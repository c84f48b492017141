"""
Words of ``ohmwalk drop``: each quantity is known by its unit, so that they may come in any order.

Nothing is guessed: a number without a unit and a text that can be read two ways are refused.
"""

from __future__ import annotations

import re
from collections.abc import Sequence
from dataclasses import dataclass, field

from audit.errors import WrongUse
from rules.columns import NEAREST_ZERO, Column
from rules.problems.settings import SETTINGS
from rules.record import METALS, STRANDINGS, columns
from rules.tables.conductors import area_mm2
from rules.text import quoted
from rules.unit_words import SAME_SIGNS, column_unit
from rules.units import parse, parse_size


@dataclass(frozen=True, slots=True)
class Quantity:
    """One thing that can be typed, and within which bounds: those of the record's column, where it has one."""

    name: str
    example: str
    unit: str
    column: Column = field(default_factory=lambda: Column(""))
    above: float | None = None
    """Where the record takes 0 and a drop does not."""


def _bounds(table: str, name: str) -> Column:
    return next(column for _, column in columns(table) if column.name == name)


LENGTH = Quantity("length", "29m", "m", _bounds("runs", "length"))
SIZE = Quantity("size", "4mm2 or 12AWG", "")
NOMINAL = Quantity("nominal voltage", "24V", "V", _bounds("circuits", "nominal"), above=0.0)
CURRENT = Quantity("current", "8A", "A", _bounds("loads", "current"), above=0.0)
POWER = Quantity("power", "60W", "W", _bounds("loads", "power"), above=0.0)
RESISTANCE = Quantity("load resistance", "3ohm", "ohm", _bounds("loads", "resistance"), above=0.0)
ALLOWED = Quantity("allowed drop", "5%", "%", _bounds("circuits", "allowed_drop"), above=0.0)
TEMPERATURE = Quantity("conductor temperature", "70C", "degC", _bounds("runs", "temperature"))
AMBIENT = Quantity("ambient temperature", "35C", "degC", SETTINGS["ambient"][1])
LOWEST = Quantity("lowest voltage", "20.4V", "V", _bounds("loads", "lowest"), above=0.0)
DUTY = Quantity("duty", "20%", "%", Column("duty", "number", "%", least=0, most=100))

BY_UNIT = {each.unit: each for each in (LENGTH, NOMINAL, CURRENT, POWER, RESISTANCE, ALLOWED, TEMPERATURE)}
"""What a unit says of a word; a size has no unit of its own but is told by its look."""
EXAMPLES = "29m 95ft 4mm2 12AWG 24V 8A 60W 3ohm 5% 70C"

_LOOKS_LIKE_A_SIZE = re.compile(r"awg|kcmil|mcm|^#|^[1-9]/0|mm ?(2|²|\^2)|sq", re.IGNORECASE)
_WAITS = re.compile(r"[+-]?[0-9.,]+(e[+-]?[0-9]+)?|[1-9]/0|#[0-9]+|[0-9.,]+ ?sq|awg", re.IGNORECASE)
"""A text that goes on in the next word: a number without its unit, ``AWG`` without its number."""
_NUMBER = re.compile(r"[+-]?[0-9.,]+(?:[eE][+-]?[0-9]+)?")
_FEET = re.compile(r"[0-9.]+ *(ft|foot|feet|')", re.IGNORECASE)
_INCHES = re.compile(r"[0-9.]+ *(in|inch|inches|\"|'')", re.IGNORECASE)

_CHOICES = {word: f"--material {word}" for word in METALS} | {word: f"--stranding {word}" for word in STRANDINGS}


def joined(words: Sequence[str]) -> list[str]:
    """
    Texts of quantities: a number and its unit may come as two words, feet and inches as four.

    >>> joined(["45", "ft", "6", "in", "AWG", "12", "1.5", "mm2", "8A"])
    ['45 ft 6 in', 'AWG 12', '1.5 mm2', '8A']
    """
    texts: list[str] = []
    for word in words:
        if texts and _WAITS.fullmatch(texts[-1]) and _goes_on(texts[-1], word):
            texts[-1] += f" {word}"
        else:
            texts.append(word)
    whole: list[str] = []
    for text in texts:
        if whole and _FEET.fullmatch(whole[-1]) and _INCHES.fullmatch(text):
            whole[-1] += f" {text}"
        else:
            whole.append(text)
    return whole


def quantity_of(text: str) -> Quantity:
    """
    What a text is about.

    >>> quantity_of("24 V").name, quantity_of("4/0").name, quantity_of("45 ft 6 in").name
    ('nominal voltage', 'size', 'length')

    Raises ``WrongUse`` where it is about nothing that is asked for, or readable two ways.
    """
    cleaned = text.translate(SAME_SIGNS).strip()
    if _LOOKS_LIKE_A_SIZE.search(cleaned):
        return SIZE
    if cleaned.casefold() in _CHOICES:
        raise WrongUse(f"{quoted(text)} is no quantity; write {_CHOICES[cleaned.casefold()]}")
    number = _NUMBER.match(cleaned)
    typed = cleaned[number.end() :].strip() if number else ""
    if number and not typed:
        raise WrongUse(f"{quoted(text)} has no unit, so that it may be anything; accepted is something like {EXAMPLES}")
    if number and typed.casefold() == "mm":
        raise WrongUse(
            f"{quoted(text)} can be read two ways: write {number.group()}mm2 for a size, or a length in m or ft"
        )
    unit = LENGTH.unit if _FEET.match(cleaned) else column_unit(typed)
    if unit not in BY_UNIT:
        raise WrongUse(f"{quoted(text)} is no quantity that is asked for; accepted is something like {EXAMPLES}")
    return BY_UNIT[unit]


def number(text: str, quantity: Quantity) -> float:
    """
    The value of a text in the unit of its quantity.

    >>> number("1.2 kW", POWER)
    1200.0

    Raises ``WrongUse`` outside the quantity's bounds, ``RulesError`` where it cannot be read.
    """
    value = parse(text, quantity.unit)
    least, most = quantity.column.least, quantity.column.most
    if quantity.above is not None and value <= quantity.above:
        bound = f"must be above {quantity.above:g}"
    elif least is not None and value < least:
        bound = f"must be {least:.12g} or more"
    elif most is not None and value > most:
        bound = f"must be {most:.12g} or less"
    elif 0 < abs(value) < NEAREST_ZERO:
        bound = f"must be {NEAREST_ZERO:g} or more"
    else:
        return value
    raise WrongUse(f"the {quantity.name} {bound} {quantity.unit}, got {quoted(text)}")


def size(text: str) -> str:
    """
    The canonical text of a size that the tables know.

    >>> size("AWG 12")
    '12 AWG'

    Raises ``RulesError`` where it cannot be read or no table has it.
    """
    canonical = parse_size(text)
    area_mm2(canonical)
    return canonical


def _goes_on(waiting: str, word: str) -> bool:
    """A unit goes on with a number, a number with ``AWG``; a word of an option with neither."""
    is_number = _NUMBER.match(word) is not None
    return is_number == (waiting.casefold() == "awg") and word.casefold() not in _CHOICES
# # # # #
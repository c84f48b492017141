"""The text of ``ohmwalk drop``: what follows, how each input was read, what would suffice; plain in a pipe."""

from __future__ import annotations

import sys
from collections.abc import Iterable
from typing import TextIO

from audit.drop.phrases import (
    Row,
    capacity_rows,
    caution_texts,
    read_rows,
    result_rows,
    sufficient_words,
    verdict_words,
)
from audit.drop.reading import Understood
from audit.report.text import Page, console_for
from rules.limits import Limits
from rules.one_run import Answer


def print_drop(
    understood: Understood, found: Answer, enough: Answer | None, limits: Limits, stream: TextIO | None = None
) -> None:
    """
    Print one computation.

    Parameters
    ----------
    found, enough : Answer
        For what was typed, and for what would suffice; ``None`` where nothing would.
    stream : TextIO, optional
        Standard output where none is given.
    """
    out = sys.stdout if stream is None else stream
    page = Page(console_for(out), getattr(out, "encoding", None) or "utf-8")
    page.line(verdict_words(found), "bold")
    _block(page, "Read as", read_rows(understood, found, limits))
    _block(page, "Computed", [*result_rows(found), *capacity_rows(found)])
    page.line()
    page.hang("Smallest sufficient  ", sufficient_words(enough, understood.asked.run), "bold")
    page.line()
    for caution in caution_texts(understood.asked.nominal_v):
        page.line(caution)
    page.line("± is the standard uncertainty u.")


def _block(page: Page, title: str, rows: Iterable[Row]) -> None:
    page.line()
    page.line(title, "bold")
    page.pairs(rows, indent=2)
# # # # #
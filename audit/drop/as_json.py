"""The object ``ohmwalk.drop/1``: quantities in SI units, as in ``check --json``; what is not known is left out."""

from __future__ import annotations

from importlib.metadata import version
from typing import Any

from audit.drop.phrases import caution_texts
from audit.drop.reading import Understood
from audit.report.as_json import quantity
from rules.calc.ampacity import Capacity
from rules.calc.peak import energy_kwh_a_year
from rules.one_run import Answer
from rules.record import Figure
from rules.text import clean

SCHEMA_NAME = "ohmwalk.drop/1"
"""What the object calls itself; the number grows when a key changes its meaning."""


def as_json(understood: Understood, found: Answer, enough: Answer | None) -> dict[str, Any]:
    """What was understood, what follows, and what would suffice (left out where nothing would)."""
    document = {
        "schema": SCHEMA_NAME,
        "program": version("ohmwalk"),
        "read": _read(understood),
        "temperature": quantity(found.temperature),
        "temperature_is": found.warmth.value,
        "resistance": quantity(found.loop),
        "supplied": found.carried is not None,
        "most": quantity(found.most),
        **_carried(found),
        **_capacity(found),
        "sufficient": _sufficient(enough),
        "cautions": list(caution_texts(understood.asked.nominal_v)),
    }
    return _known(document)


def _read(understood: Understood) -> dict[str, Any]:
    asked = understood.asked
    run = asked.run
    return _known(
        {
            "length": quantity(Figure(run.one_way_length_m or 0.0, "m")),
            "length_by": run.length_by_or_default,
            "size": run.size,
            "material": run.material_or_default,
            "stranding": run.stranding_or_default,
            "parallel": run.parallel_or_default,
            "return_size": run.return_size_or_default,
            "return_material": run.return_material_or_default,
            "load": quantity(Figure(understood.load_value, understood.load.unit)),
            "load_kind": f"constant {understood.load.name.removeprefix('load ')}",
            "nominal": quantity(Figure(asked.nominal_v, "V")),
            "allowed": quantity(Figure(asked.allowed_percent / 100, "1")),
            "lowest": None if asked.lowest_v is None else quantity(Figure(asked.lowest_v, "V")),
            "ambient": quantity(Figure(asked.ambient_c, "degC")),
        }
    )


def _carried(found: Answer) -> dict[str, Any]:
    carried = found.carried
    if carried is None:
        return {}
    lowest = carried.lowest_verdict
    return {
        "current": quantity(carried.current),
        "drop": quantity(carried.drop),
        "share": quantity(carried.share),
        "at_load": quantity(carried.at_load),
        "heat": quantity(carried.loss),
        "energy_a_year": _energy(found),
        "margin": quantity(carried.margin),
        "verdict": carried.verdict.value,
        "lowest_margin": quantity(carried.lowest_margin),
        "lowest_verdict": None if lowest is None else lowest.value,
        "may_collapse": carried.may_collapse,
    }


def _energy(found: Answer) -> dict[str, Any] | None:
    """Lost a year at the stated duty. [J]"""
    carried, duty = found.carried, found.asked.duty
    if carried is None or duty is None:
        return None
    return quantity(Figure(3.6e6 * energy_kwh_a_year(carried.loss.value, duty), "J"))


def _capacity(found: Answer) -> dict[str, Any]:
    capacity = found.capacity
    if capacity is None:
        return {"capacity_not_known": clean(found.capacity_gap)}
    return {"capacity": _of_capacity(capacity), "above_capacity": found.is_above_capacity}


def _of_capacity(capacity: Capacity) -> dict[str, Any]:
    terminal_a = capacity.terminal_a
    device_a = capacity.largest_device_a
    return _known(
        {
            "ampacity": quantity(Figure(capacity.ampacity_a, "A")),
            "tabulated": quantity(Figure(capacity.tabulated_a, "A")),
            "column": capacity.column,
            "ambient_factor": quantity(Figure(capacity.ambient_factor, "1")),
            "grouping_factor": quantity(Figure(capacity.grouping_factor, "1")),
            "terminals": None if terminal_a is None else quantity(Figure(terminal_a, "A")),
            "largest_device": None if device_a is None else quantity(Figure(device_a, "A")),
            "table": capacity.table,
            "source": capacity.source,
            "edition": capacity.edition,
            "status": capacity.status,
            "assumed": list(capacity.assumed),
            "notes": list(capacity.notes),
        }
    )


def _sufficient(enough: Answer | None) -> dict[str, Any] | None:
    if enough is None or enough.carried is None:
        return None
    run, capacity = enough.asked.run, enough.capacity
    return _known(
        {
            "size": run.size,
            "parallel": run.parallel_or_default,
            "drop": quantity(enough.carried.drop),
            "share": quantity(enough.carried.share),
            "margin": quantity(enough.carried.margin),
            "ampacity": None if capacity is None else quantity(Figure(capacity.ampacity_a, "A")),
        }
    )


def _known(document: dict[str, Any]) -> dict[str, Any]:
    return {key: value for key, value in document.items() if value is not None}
# # # # #
> **WHAT IS EXPECTED**:
Could you filter the material above and copy each line that holds the word "WrongUse"?

> **EXERCISE RESULT**:
from audit.errors import WrongUse
    Raises ``WrongUse`` where it is about nothing that is asked for, or readable two ways.
        raise WrongUse(f"{quoted(text)} is no quantity; write {_CHOICES[cleaned.casefold()]}")
        raise WrongUse(f"{quoted(text)} has no unit, so that it may be anything; accepted is something like {EXAMPLES}")
        raise WrongUse(
        raise WrongUse(f"{quoted(text)} is no quantity that is asked for; accepted is something like {EXAMPLES}")
    Raises ``WrongUse`` outside the quantity's bounds, ``RulesError`` where it cannot be read.
    raise WrongUse(f"the {quantity.name} {bound} {quantity.unit}, got {quoted(text)}")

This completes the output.